Multiple functions in C++

Question

Today I was trying to do recursion with multiple functions and I was using some function and in that I was using a function which is declared below it

Here is my code :

#include<bits/stdc++.h>
using namespace std;
#define MOD 10

int f(int x){
    if(x == 4) return 1;
    return 3*f(((2*x+2)%11)-1);
}


int q(int x){
    if(x == 7) return 1;
    return f(x) + q((3*x)%MOD);
}

int g(int x){
    if(x == 0) return 1;
    return (g(x-1)+f(g(x-1)) + f(x-1) + h(x-1))%MOD;
}

int h(int x){
    if(x == 0) return 1;
    return (2*h(x-1) + g(x-1) + q(f(x-1)%10))%MOD;
}


int main() {

    cout << g(4);

    return 0;
}

The error is that in the function g(x) , it is accessing h(x) which is declared below and h(x) function is using g(x) function so not able to do anything

Please let me know what should I do to make this work.

Thanks a lot.

Answer 1

So you are seeing the problem that a function is defined after you used it, so your compiler can't see it.
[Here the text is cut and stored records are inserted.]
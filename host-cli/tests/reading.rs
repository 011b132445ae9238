//! What the readers make of sound input, and that no input makes them fail in another way than by
//! an error.

use std::f64::consts::{FRAC_PI_2, PI};
use std::io::BufReader;

use balk::kinematics::tip_pose;
use balk::model::{Kind, Machine, Orientation, Target};
use balk::read::{self, Line, Lines, MAX_LINE_BYTES};
use nalgebra::{Rotation3, Vector3};

const ORCHARD: &str = include_str!("../demo/orchard.toml");
const CAMERA: &str = include_str!("../demo/camera.jsonl");

fn machine(text: &str) -> Machine {
    read::machine(text.as_bytes(), "some/where/m.toml").unwrap()
}

fn line(text: &str) -> Line {
    Line {
        number: 7,
        bytes: Some(text.as_bytes().to_vec()),
    }
}

fn target(text: &str) -> Target {
    read::target(&line(text), "t.jsonl", &machine(ORCHARD)).unwrap()
}

#[test]
fn a_joint_with_everything_left_out_has_the_defaults() {
    let machine = machine(
        "[[joint]]\nname = \"a\"\nkind = \"revolute\"\n[[joint]]\nname = \"b\"\nkind = \"fixed\"\n\
         [[tip]]\nname = \"end\"\n",
    );
    assert_eq!(machine.name, "m");
    let [a, b] = machine.joints.as_slice() else {
        panic!()
    };
    assert_eq!(
        (a.parent, b.parent, machine.tips[0].parent),
        (None, Some(0), Some(1))
    );
    assert_eq!((a.kind, b.kind), (Kind::Revolute, Kind::Fixed));
    assert_eq!(
        (a.limits, a.axis, a.placement),
        (None, Vector3::z_axis(), Default::default())
    );
    assert_eq!((a.tolerance.xyz, a.tolerance.angle), (0.0, 0.0));
    assert!(a.follows.is_none());
}

#[test]
fn a_joint_with_everything_given_is_read_in_si_units() {
    let machine = machine(
        r#"
        [[joint]]
        name = "a"
        kind = "revolute"
        [[joint]]
        name = "b"
        kind = "revolute"
        parent = "base"
        xyz = [1, 2.5, -3e-1]
        axis = [0, -2, 0]
        limits_deg = [-90, 0x5A]
        tolerance = { xyz = 0.001, angle_deg = 180 }
        follows = { joint = "a", ratio = -2, offset_deg = 90 }
        [[tip]]
        name = "end"
        parent = "base"
        "#,
    );
    let b = &machine.joints[1];
    assert_eq!((b.parent, machine.tips[0].parent), (None, None));
    assert_eq!(b.placement.translation.vector, Vector3::new(1.0, 2.5, -0.3));
    assert_eq!(b.axis.into_inner(), Vector3::new(0.0, -1.0, 0.0));
    assert_eq!(b.limits, Some([-FRAC_PI_2, FRAC_PI_2]));
    assert_eq!((b.tolerance.xyz, b.tolerance.angle), (0.001, PI));
    let follows = b.follows.unwrap();
    assert_eq!(
        (follows.joint, follows.ratio, follows.offset),
        (0, -2.0, FRAC_PI_2)
    );
}

#[test]
fn a_table_in_radians_is_the_table_in_degrees() {
    let table = |angles: &str, quarter: f64| {
        machine(&format!(
            "[dh]\nconvention = \"standard\"\nangles = \"{angles}\"\nrows = [\
             {{ name = \"swing\", a = 1, alpha = {quarter}, limits = [-{quarter}, {quarter}] }},\
             {{ d = 2, theta = {quarter}, kind = \"prismatic\", limits = [0, 0.5] }}]"
        ))
    };
    let [degrees, radians] = [table("degrees", 90.0), table("radians", FRAC_PI_2)];
    for machine in [&degrees, &radians] {
        let names: Vec<&str> = machine
            .joints
            .iter()
            .map(|joint| joint.name.as_str())
            .collect();
        assert_eq!(names, ["swing", "joint2"]);
        assert_eq!(machine.joints[0].limits, Some([-FRAC_PI_2, FRAC_PI_2]));
        assert_eq!(machine.joints[1].limits, Some([0.0, 0.5]));
        assert_eq!(machine.tips.len(), 1);
        assert_eq!(machine.tips[0].name, "flange");
    }
    let pose = |machine| tip_pose(machine, &[0.3, 0.2], 0);
    assert!(
        (pose(&degrees).inverse() * pose(&radians))
            .translation
            .vector
            .amax()
            < 1e-15
    );
}

#[test]
fn a_target_is_read_in_si_units() {
    let read = target(
        r#"{"id":"bin","tip":"gripper","xyz":[1,2e-1,-3],"xyz_within":[0,0.5,1],
            "rpy_deg":[90,0,0],"turn_within_deg":180}"#,
    );
    assert_eq!((read.id.as_str(), read.tip), ("bin", 0));
    assert_eq!(read.xyz, Vector3::new(1.0, 0.2, -3.0));
    assert_eq!(read.xyz_within, Vector3::new(0.0, 0.5, 1.0));
    let Orientation::Near { rotation, within } = read.orientation else {
        panic!()
    };
    assert!((rotation * Vector3::y() - Vector3::z()).amax() < 1e-15);
    assert_eq!(within, PI);
}

#[test]
fn a_target_without_an_id_or_orientation_has_its_line_and_is_free() {
    let read = target(r#"{"xyz":[0,0,0],"xyz_within":0.5}"#);
    assert_eq!(
        (read.id.as_str(), read.xyz_within),
        ("7", Vector3::repeat(0.5))
    );
    assert!(matches!(read.orientation, Orientation::Free));
}

#[test]
fn axes_are_brought_to_unit_length() {
    let read = target(
        r#"{"xyz":[0,0,0],"xyz_within":1,"axis":[{"tip":[0,0,1e-300],"base":[3,0,4],"within":0.5},
            {"tip":[1e300,0,0],"base":[0,1,0],"within_deg":90}]}"#,
    );
    let Orientation::Axes(cones) = read.orientation else {
        panic!()
    };
    assert_eq!(cones[0].tip, Vector3::z_axis());
    assert!((cones[0].base.into_inner() - Vector3::new(0.6, 0.0, 0.8)).amax() < 1e-15);
    assert_eq!((cones[0].within, cones[1].within), (0.5, FRAC_PI_2));
    assert_eq!(cones[1].tip, Vector3::x_axis());
}

/// The rotation and tolerance of a target with the orientation `text` and `turn_within` 0.25.
fn near(text: &str) -> (Rotation3<f64>, f64) {
    let text = format!(r#"{{"xyz":[0,0,0],"xyz_within":1,{text},"turn_within":0.25}}"#);
    match target(&text).orientation {
        Orientation::Near { rotation, within } => (rotation, within),
        other => panic!("{other:?}"),
    }
}

fn assert_is_rotation(rotation: &Rotation3<f64>) {
    let m = rotation.matrix();
    assert!(
        (m * m.transpose() - nalgebra::Matrix3::identity()).amax() < 1e-15,
        "{m}"
    );
    assert!(m.determinant() > 0.0);
}

#[test]
fn a_quaternion_slightly_too_long_widens_the_tolerance() {
    let (rotation, within) = near(r#""quat":[0,0,0,1.0005]"#);
    assert_is_rotation(&rotation);
    assert_eq!(rotation * Vector3::x(), -Vector3::x());
    assert!((within - 0.251).abs() < 1e-15, "{within}");
    assert_eq!(near(r#""quat":[0.6,0,0.8,0]"#).1, 0.25);
}

#[test]
fn a_rotation_slightly_off_is_projected_and_widens_the_tolerance() {
    let (rotation, within) = near(r#""rotation":[0,-1.0009,0, 1.0009,0,0, 0,0,1.0009]"#);
    assert_is_rotation(&rotation);
    assert!((rotation * Vector3::x() - Vector3::y()).amax() < 1e-15);
    assert!(
        (within - 0.25 - 0.0009 * 3f64.sqrt()).abs() < 1e-12,
        "{within}"
    );

    // Rounded to six decimals, as cameras print them: a turn of 0.3 about (1, 2, 3).
    let exact = Rotation3::new(Vector3::new(1.0, 2.0, 3.0).normalize() * 0.3);
    let rows: Vec<String> = exact
        .matrix()
        .transpose()
        .iter()
        .map(|entry| format!("{entry:.6}"))
        .collect();
    let (rotation, within) = near(&format!(r#""rotation":[{}]"#, rows.join(",")));
    assert_is_rotation(&rotation);
    assert!(exact.angle_to(&rotation) < 1.5e-6);
    assert!((0.0..3e-6).contains(&(within - 0.25)));
}

/// Markley, *Attitude determination using vector observations and the singular value
/// decomposition*, J. Astronaut. Sci. 36, 1988: the nearest rotation is the orthogonal factor.
#[test]
fn the_projection_is_the_nearest_rotation() {
    let text =
        r#""rotation":[1.0004,0.0005,-0.0003, -0.0002,0.9997,0.0006, 0.0001,-0.0004,1.0002]"#;
    let (rotation, within) = near(text);
    let written = nalgebra::Matrix3::new(
        1.0004, 0.0005, -0.0003, -0.0002, 0.9997, 0.0006, 0.0001, -0.0004, 1.0002,
    );
    let distance = (written - rotation.matrix()).norm();
    assert!((within - 0.25 - distance).abs() < 1e-15);
    for axis in [Vector3::x(), Vector3::y(), Vector3::z()] {
        for step in [-1e-5, 1e-5] {
            let other = Rotation3::new(axis * step) * rotation;
            assert!((written - other.matrix()).norm() > distance);
        }
    }
}

fn lines_of(text: &[u8]) -> Vec<(usize, Option<Vec<u8>>)> {
    let mut lines = Lines::new(BufReader::with_capacity(16, text));
    let all = std::iter::from_fn(|| lines.next_line().unwrap()).map(|l| (l.number, l.bytes));
    let all = all.collect();
    assert_eq!(lines.bytes(), text.len() as u64);
    all
}

#[test]
fn lines_are_numbered_as_an_editor_does() {
    assert_eq!(lines_of(b""), []);
    assert_eq!(lines_of(b"\n \n\r\n"), []);
    let some = |text: &str| Some(text.as_bytes().to_vec());
    assert_eq!(
        lines_of("\u{feff}one\n\ntwo, which is longer than the buffer\r\n\n last".as_bytes()),
        [
            (1, some("one")),
            (3, some("two, which is longer than the buffer")),
            (5, some("last"))
        ]
    );
}

#[test]
fn the_longest_line_is_held_and_a_longer_one_is_not() {
    let mut text = vec![b'x'; MAX_LINE_BYTES];
    text.extend(b"\ny\n");
    text.extend(vec![b'x'; MAX_LINE_BYTES + 1]);
    text.extend(b"\nz");
    let lengths: Vec<_> = lines_of(&text)
        .into_iter()
        .map(|(n, bytes)| (n, bytes.map(|b| b.len())))
        .collect();
    assert_eq!(
        lengths,
        [
            (1, Some(MAX_LINE_BYTES)),
            (2, Some(1)),
            (3, None),
            (4, Some(1))
        ]
    );
}

#[test]
fn a_chunk_is_what_has_arrived() {
    let mut lines = Lines::new(BufReader::with_capacity(8, &b"1\n2\n3\n4\n5\n6\n7"[..]));
    let mut sizes = Vec::new();
    loop {
        let chunk = lines.next_chunk(3).unwrap();
        if chunk.is_empty() {
            break;
        }
        sizes.push(chunk.len());
    }
    // The buffer holds four lines at a time.
    assert_eq!(sizes, [3, 1, 2, 1]);
}

/// Every text that `text` becomes by one small accident, some thousands of them.
fn accidents(text: &str) -> impl Iterator<Item = Vec<u8>> {
    let bytes = text.as_bytes();
    let inserts: [&[u8]; 10] = [
        b"",
        b"\"",
        b"[",
        b"}",
        b"-",
        b"9e99",
        b"\n",
        b"\xff",
        b"\xc3\xa9",
        b"nan",
    ];
    (0..bytes.len()).flat_map(move |at| {
        inserts.into_iter().flat_map(move |insert| {
            [0, 1, 9].map(|cut| {
                let rest = &bytes[(at + cut).min(bytes.len())..];
                [&bytes[..at], insert, rest].concat()
            })
        })
    })
}

#[test]
fn damaged_machines_are_errors_or_machines() {
    let joints: Vec<usize> = ORCHARD
        .match_indices("[[joint]]")
        .map(|(at, _)| at)
        .collect();
    let two_joints = &ORCHARD[joints[0]..joints[2]];
    let (mut errors, mut machines) = (0, 0);
    for bytes in accidents(two_joints) {
        let whole = [&bytes, &b"\n[[tip]]\nname = \"end\"\n"[..]].concat();
        match read::machine(&whole, "m.toml") {
            Err(defect) => {
                assert!(!defect.reason.is_empty());
                errors += 1;
            }
            Ok(machine) => {
                let pose = tip_pose(&machine, &vec![0.5; machine.joints.len()], 0);
                assert!(pose.translation.vector.iter().all(|x| x.is_finite()));
                machines += 1;
            }
        }
    }
    assert!(
        errors > 1000 && machines > 100,
        "{errors} errors, {machines} machines"
    );
}

#[test]
fn damaged_targets_are_errors_or_targets() {
    let machine = machine(ORCHARD);
    let (mut errors, mut targets) = (0, 0);
    for text in CAMERA.lines().skip(2).take(2) {
        for bytes in accidents(text) {
            match read::target(
                &Line {
                    number: 3,
                    bytes: Some(bytes),
                },
                "t.jsonl",
                &machine,
            ) {
                Err((_, defect)) => {
                    assert!(defect.line == Some(3) && !defect.reason.is_empty());
                    errors += 1;
                }
                Ok(target) => {
                    assert!(target.xyz_within.min() >= 0.0 && target.xyz.amax().is_finite());
                    targets += 1;
                }
            }
        }
    }
    assert!(
        errors > 1000 && targets > 100,
        "{errors} errors, {targets} targets"
    );
}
This "problem" is solved with a declaration of the function and then later to define it. In your case you could declare all functions above main and then define(implement it) after main:

#include <iostream>
using namespace std;
#define MOD 10

// declaration ***
int f(int x);
int q(int x);
int g(int x);
int h(int x);
// **************

// main ***
int main() {

    cout << g(4);

    return 0;
}
// **************

// definition ***
int f(int x){
    if(x == 4) return 1;
    return 3*f(((2*x+2)%11)-1);
}

int q(int x){
    if(x == 7) return 1;
    return f(x) + q((3*x)%MOD);
}

int g(int x){
    if(x == 0) return 1;
    return (g(x-1)+f(g(x-1)) + f(x-1) + h(x-1))%MOD;
}

int h(int x){
    if(x == 0) return 1;
    return (2*h(x-1) + g(x-1) + q(f(x-1)%10))%MOD;
}
// **************

Also do not include #include bits/stdc++.h

Answer 2

Declare your functions first.

#include<bits/stdc++.h>
#define MOD 10

// declaring your functions here makes sure that you can
// use them before they are fully defined.
int f(int x);
int q(int x);
int g(int x);
int h(int x);

// Now here below you can use the functions declared above
// at any place you wish.
int f(int x){
    if(x == 4) return 1;
    return 3*f(((2*x+2)%11)-1);
}


int q(int x){
    if(x == 7) return 1;
    return f(x) + q((3*x)%MOD);
}

int g(int x){
    if(x == 0) return 1;
    return (g(x-1)+f(g(x-1)) + f(x-1) + h(x-1))%MOD;
}

int h(int x){
    if(x == 0) return 1;
    return (2*h(x-1) + g(x-1) + q(f(x-1)%10))%MOD;
}


int main() {

    std::cout << g(4);

    return 0;
}

Answer 3

You need to add a forward declaration of function h in order for your code to compile, something like:

#define MOD 10

int f(int x){
    if(x == 4) return 1;
    return 3*f(((2*x+2)%11)-1);
}

int h(int); // add this line and you will be alright! ;)

int q(int x){
    if(x == 7) return 1;
    return f(x) + q((3*x)%MOD);
}

...

Generally you can find out why this is needed here.